An iterative optimization algorithm that minimizes a function by following its steepest downhill direction.
Gradient descent is the workhorse optimization algorithm of modern machine learning, used to tune the parameters of models—from simple linear regression to deep neural networks with billions of weights. The core idea is straightforward: given a loss function that measures how poorly a model performs, compute the gradient of that loss with respect to each parameter. The gradient points in the direction of steepest increase, so moving in the opposite direction—downhill—reduces the loss. This update is scaled by a learning rate, a hyperparameter that controls step size. Repeat this process across many iterations, and the parameters converge toward values that minimize the loss.
In practice, three main variants dominate. Batch gradient descent computes the gradient over the entire dataset before each update, which is stable but computationally expensive. Stochastic gradient descent (SGD) updates parameters after each individual training example, introducing noise that can actually help escape shallow local minima. Mini-batch gradient descent strikes a balance, computing gradients over small random subsets of data—this is the standard approach in deep learning, combining computational efficiency with enough stochasticity to navigate complex loss landscapes. Modern optimizers like Adam, RMSProp, and AdaGrad build on SGD by adapting the learning rate per parameter, dramatically improving convergence in practice.
Gradient descent became central to machine learning through its pairing with backpropagation, the algorithm that efficiently computes gradients through layered neural networks using the chain rule of calculus. Without an efficient way to compute gradients, training deep networks would be computationally intractable. Together, backpropagation and gradient descent form the foundation of nearly all neural network training pipelines used today.

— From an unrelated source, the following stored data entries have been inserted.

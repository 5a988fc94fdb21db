"""The researcher's dashboard: who is enrolled, invited, withdrawn, overdue; compliance; coverage; model results.

Rendered with jinja2 (autoescape on) and matplotlib PNGs; no JavaScript.  All
analyses leave withdrawn participants out automatically (their certificates
stay on record and are counted).  Figures are distributions across
participants, so the page reads the same at 5 participants as at 1,000.
"""

from __future__ import annotations

import datetime as _dt
import threading
from collections import defaultdict

from starlette.responses import HTMLResponse

from ..cohort import plots
from ..cohort.summary import summaries

CAUTION = ("Data on this page come from participants who consented under an approved protocol. Use them only "
           "as the ethics board approved and as data-protection law requires; where this page and local law "
           "or the board's decision differ, the law and the board decide. Deletion on participants' devices "
           "follows NIST SP 800-88 in spirit but cannot be guaranteed on SSDs, journaling or copy-on-write "
           "file systems, backups or sync services.")


def _env():
    import jinja2

    return jinja2.Environment(loader=jinja2.PackageLoader("agent.study.server", "templates"),
                              autoescape=jinja2.select_autoescape(["html"], default=True),
                              undefined=jinja2.StrictUndefined)


class Dashboard:
    CSS = ("body{font-family:sans-serif;max-width:64em;margin:1.5em auto;padding:0 1em;color:#222}"
           "table{border-collapse:collapse;font-size:90%;margin:.5em 0}td,th{border:1px solid #ccc;"
           "padding:2px 8px;text-align:right}th{background:#f3f3f3}.num{font-size:160%;font-weight:bold}"
           ".cards{display:flex;gap:1em;flex-wrap:wrap}.card{border:1px solid #ccc;border-radius:6px;"
           "padding:.5em 1em;min-width:8em}.caution{background:#fff6e0;border:1px solid #e0c070;padding:.5em;"
           "font-size:85%}.err{color:#a00}img{max-width:100%}.logout{float:right}")

    def __init__(self, ctx, settings):
        self.ctx = ctx
        self.settings = settings
        self.env = _env()
        self._lock = threading.Lock()
        self._cache: tuple | None = None

    def page(self, name: str, data: dict, status: int = 200) -> HTMLResponse:
        html = self.env.get_template(name).render(study_id=self.ctx.study_id, caution=CAUTION, **data)
        return HTMLResponse(html, status_code=status)

    def _data(self) -> dict:
        """Everything the page and its plots show, recomputed when the database changed."""
        store = self.ctx.store
        counts = store.counts()
        key = (counts["bundles"], counts["withdrawn"], counts["enrolled"], counts["invited"],
               counts["invitations_used"], int(_dt.datetime.now(_dt.UTC).timestamp() // 600))
        with self._lock:
            if self._cache and self._cache[0] == key:
                return self._cache[1]
        parts = store.participants(include_withdrawn=True)
        now = _dt.datetime.now(_dt.UTC)
        limit = _dt.timedelta(days=self.settings.overdue_days)
        overdue = []
        for p in parts:
            if p["withdrawn"]:
                continue
            last = p.get("last_bundle_at") or p.get("enrolled_at")
            try:
                t = _dt.datetime.strptime(last, "%Y-%m-%dT%H:%M:%SZ").replace(tzinfo=_dt.UTC)
            except (TypeError, ValueError):
                continue
            if now - t > limit:
                overdue.append({"pseudonym": p["pseudonym"], "last": p.get("last_bundle_at") or "never",
                                "days": (now - t).days})
        overdue.sort(key=lambda r: -r["days"])
        rows = list(summaries(store))
        cols: dict[str, list] = defaultdict(list)
        for r in rows:
            for k, v in r.items():
                if isinstance(v, int | float) and not isinstance(v, bool):
                    cols[k].append(v)
        with_violation = sum(1 for r in rows if r.get("violations"))
        last_bundle = max((p["last_bundle_at"] for p in parts if p.get("last_bundle_at")), default=None)
        data = {"counts": counts, "active": counts["enrolled"] - counts["withdrawn"],
                "reporting": len(rows), "overdue": overdue[:50], "overdue_n": len(overdue),
                "last_bundle": last_bundle, "with_violation": with_violation, "cols": dict(cols),
                "withdrawn": [p for p in parts if p["withdrawn"]][:50],
                "overdue_days": self.settings.overdue_days}
        with self._lock:
            self._cache = (key, data)
        return data

    def render(self) -> HTMLResponse:
        d = self._data()
        cols = d["cols"]

        def stat(name):
            v = sorted(cols.get(name, []))
            if not v:
                return None
            return {"n": len(v), "median": v[len(v) // 2], "min": v[0], "max": v[-1]}

        diffs = {k.split(":")[1]: stat(k) for k in sorted(cols) if k.startswith("diff:") and k.endswith(":agreement")}
        return self.page("dashboard.html", {**{k: v for k, v in d.items() if k != "cols"},
                                            "diffs": diffs, "hours": stat("hours"),
                                            "max_exposure": stat("max_exposure_s"),
                                            "plots": [n for n in self.PLOTS if self.plot(n) is not None]})

    PLOTS = ("model", "parameters", "coverage", "exposure")

    def plot(self, name: str) -> bytes | None:
        if name not in self.PLOTS:
            return None
        cols = self._data()["cols"]
        if name == "model":
            return plots.paired_differences({k.split(":")[1]: v for k, v in cols.items()
                                             if k.startswith("diff:") and k.endswith(":agreement")})
        if name == "parameters":
            return plots.parameter_boxes({k: v for k, v in cols.items() if k.startswith("theta:") or k == "beta"})
        if name == "coverage":
            return plots.histogram(cols.get("hours", []), xlabel="hours with data (latest bundle)",
                                   title="Coverage")
        return plots.histogram(cols.get("max_exposure_s", []), xlabel="longest raw-file exposure (s)",
                               title="Raw data exposure from ledger digests")
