"""What every upload goes through before anything is stored.

The checks are the ones ``lethe study open`` runs (:func:`agent.bundle.read_bundle`:
framing, signature against the enrolled device, header, HPKE open, payload
schema with bounded JSON, approved policy, sequence number and replay), plus
the device ledger's continuity against the device's previous bundle, plus the
invitation for an enrolment.  Each function returns ``(http_status, body)``
on success and raises :class:`UploadError` (status, stable code, message) on
refusal; a refused upload writes nothing.
"""

from __future__ import annotations

import hashlib
import json
from dataclasses import dataclass
from typing import Any

import sqlalchemy as sa

from ...errors import DataError, IntegrityError, LetheError, StateError
from .store import Store, bundles_t, code_hash, devices_t, invitations_t, now_utc, withdrawals_t


class UploadError(LetheError):
    """A refused upload: HTTP ``status``, a stable ``code`` and a message for people."""

    def __init__(self, status: int, code: str, message: str):
        super().__init__(message)
        self.status = status
        self.code = code


def classify(e: LetheError) -> UploadError:
    """Map a verification error to its HTTP status and code (docs/server.md, "Status codes")."""
    from ...bundle import FormatVersionError

    if isinstance(e, UploadError):
        return e
    msg = str(e)
    if isinstance(e, FormatVersionError):
        return UploadError(400, "unsupported_version", msg)
    if isinstance(e, IntegrityError):
        return UploadError(422, "verification_failed", msg)
    if isinstance(e, StateError):
        if "not enrolled" in msg:
            return UploadError(403, "not_enrolled", msg)
        if "withdrew" in msg or "withdrawn" in msg:
            return UploadError(410, "withdrawn", msg)
        if "replayed" in msg:
            return UploadError(409, "replayed", msg)
        return UploadError(409, "conflict", msg)
    if isinstance(e, DataError):
        return UploadError(400, "invalid", msg)
    return UploadError(400, "invalid", msg)


@dataclass
class StudyContext:
    """What the server verifies against: the study key, the card's approved policies, the database."""

    study_id: str
    study_key: Any
    card: Any
    store: Store


def log_continuity(previous: dict | None, current: dict, origin: str | None) -> list[str]:
    """Problems with the device ledger's continuity from the previous bundle to this one.

    The same rule as ``lethe study open`` (:func:`agent.study.open.check_continuity`):
    :func:`agent.ledger.verify.verify_log_continuity` on the two payloads' ``log``
    sections and the log origin from the device's enrolment; a device whose
    bundles never carried a log section (before ledger format 2) is not checked.
    """
    from ...ledger.verify import verify_log_continuity

    prev = previous.get("log") if previous else None
    cur: Any = current.get("log")
    if cur is None and prev is None and origin is None:
        return []
    return verify_log_continuity(prev, cur, origin=origin)


def claimed_sender(data: bytes) -> tuple[str | None, int | None]:
    """The device key id and sequence number the (not yet authenticated) header names."""
    from ...bundle import split_bundle
    from ..bounded import loads_bounded

    try:
        h = loads_bounded(split_bundle(data, "<upload>").header_bytes, "<upload>", "bundle header", max_depth=1)
    except LetheError:
        return None, None
    if not isinstance(h, dict):
        return None, None
    kid, seq = h.get("device_key_id"), h.get("seq")
    return (kid if isinstance(kid, str) else None,
            seq if isinstance(seq, int) and not isinstance(seq, bool) and 0 < seq < 2**53 else None)


def accept_bundle(ctx: StudyContext, data: bytes, source: str) -> tuple[int, dict]:
    from ...bundle import read_bundle
    from .store import OneDeviceRegistry

    sha = hashlib.sha256(data).hexdigest()
    have = ctx.store.bundle_by_sha(sha)
    if have is not None:
        return 200, {"status": "already have", **have, "sha256": sha}
    kid, seq = claimed_sender(data)
    dev = ctx.store.device_by_key_id(kid, seq) if kid else None
    try:
        opened = read_bundle(data, registry=OneDeviceRegistry(ctx.study_id, dev), study_key=ctx.study_key,
                             approved_policies=ctx.card.approved_policies, source=source)
    except LetheError as e:
        raise classify(e) from None
    seq = opened.header["seq"]
    problems = log_continuity(ctx.store.previous_payload(opened.pseudonym, seq), opened.payload,
                              dev.log_origin if dev else None)
    if problems:
        raise UploadError(422, "ledger_discontinuity", f"{source}: " + "; ".join(problems))
    row = {"pseudonym": opened.pseudonym, "seq": seq, "sha256": sha, "created": opened.header["created"],
           "received_at": now_utc(), "header": json.dumps(opened.header, sort_keys=True),
           "payload": json.dumps(opened.payload, sort_keys=True)}
    try:
        with ctx.store.write() as c:
            withdrawn = c.execute(sa.select(devices_t.c.withdrawn).where(
                devices_t.c.pseudonym == opened.pseudonym)).scalar()
            if withdrawn:
                raise UploadError(410, "withdrawn", f"{source}: participant {opened.pseudonym!r} withdrew on "
                                                    f"{withdrawn}; their bundles are no longer accepted")
            c.execute(bundles_t.insert(), [row])
    except sa.exc.IntegrityError:
        # A concurrent upload of the same number won the race: the same bytes are "already have".
        again = ctx.store.bundle_by_sha(sha)
        if again is not None:
            return 200, {"status": "already have", **again, "sha256": sha}
        raise UploadError(409, "replayed", f"{source}: replayed sequence number: {opened.pseudonym} already "
                                           f"sent a different bundle #{seq}; refusing the second one") from None
    return 201, {"status": "stored", "pseudonym": opened.pseudonym, "seq": seq, "sha256": sha}


def accept_enrolment(ctx: StudyContext, doc, source: str) -> tuple[int, dict]:
    from ..card import verify_enrolment

    from ... import contracts

    # the request's shape is the server-api contract's "enrolment-request" part
    for key, message in contracts.iter_problems("server-api", doc, part="enrolment-request"):
        if key == "invitation":  # never echo a code (it may be a real one, slightly mistyped)
            message = "expected the invitation code as a string of 1-100 characters"
        raise UploadError(400, "invalid", f"{source}: [{key or '<document>'}] {message}")
    code = doc["invitation"]
    try:
        e = verify_enrolment(doc["enrolment"], source)
    except LetheError as err:
        raise classify(err) from None
    if e["study_id"] != ctx.study_id:
        raise UploadError(409, "wrong_study", f"{source}: [study_id] enrolment is for {e['study_id']!r}, this "
                                              f"server is study {ctx.study_id!r}")
    if e["policy_fingerprint"] not in ctx.card.approved_policies:
        raise UploadError(409, "policy_not_approved", f"{source}: policy fingerprint {e['policy_fingerprint']} is "
                                                      f"not approved by the study card")
    h = code_hash(code)
    with ctx.store.write() as c:
        old = c.execute(sa.select(devices_t).where(devices_t.c.pseudonym == e["pseudonym"])).mappings().first()
        if old is not None:
            if bytes(old["public_key"]) == e["device_public_key"]:
                return 200, {"status": "already have", "pseudonym": e["pseudonym"]}
            raise UploadError(409, "conflict", f"{source}: pseudonym {e['pseudonym']!r} is already enrolled "
                                               f"with another device key")
        inv = c.execute(sa.select(invitations_t).where(invitations_t.c.code_sha256 == h)).mappings().first()
        if inv is None:
            raise UploadError(403, "invitation_unknown", f"{source}: the invitation code is not one this study "
                                                         f"issued ('lethe study invite')")
        if inv["used_at"] is not None:
            raise UploadError(403, "invitation_used", f"{source}: the invitation code was already used on "
                                                      f"{inv['used_at']}; each code enrols one device")
        other = c.execute(sa.select(devices_t.c.pseudonym).where(
            devices_t.c.device_key_id == e["device_key_id"])).scalar()
        if other is not None:
            raise UploadError(409, "conflict", f"{source}: device key {e['device_key_id']} is already enrolled "
                                               f"as {other!r}")
        c.execute(devices_t.insert(), [{"pseudonym": e["pseudonym"], "device_key_id": e["device_key_id"],
                                        "public_key": e["device_public_key"],
                                        "policy_fingerprint": e["policy_fingerprint"], "enrolled": e["created"],
                                        "enrolled_at": now_utc(), "withdrawn": None,
                                        "log_origin": e.get("log_origin")}])
        c.execute(invitations_t.update().where(invitations_t.c.code_sha256 == h).values(
            used_at=now_utc(), used_by=e["pseudonym"]))
    return 201, {"status": "enrolled", "pseudonym": e["pseudonym"]}


def accept_withdrawal(ctx: StudyContext, cert, source: str) -> tuple[int, dict]:
    from ..withdrawal import verify_withdrawal_signature

    if not isinstance(cert, dict) or not isinstance(cert.get("pseudonym"), str):
        raise UploadError(400, "invalid", f"{source}: expected a withdrawal certificate (a JSON object "
                                          f"naming a pseudonym)")
    if cert.get("study_id") != ctx.study_id:
        raise UploadError(409, "wrong_study", f"{source}: [study_id] {cert.get('study_id')!r} is not this "
                                              f"study ({ctx.study_id!r})")
    dev = ctx.store.device(cert["pseudonym"])
    if dev is None:
        raise UploadError(403, "not_enrolled", f"{source}: [pseudonym] {cert['pseudonym']!r} is not enrolled "
                                               f"in study {ctx.study_id!r}")
    try:
        check = verify_withdrawal_signature(cert, dev.public_bytes, source)
    except LetheError as e:
        raise classify(e) from None
    text = json.dumps(cert, sort_keys=True)
    with ctx.store.write() as c:
        old = c.execute(sa.select(withdrawals_t.c.certificate).where(
            withdrawals_t.c.pseudonym == check.pseudonym)).scalar()
        if old is not None:
            return 200, {"status": "already have", "pseudonym": check.pseudonym, "withdrawn": dev.withdrawn}
        c.execute(withdrawals_t.insert(), [{"pseudonym": check.pseudonym, "time": check.time,
                                            "received_at": now_utc(), "certificate": text}])
        c.execute(devices_t.update().where(devices_t.c.pseudonym == check.pseudonym).values(withdrawn=check.time))
    return 201, {"status": "withdrawn", "pseudonym": check.pseudonym, "time": check.time}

Despite its ubiquity, gradient descent has well-known limitations. It can get trapped in local minima or saddle points, and its performance is highly sensitive to the choice of learning rate. In high-dimensional non-convex loss landscapes—typical of deep learning—convergence is not guaranteed to a global optimum. Nevertheless, empirical results consistently show that gradient-based optimization finds solutions that generalize remarkably well, making it indispensable to the field.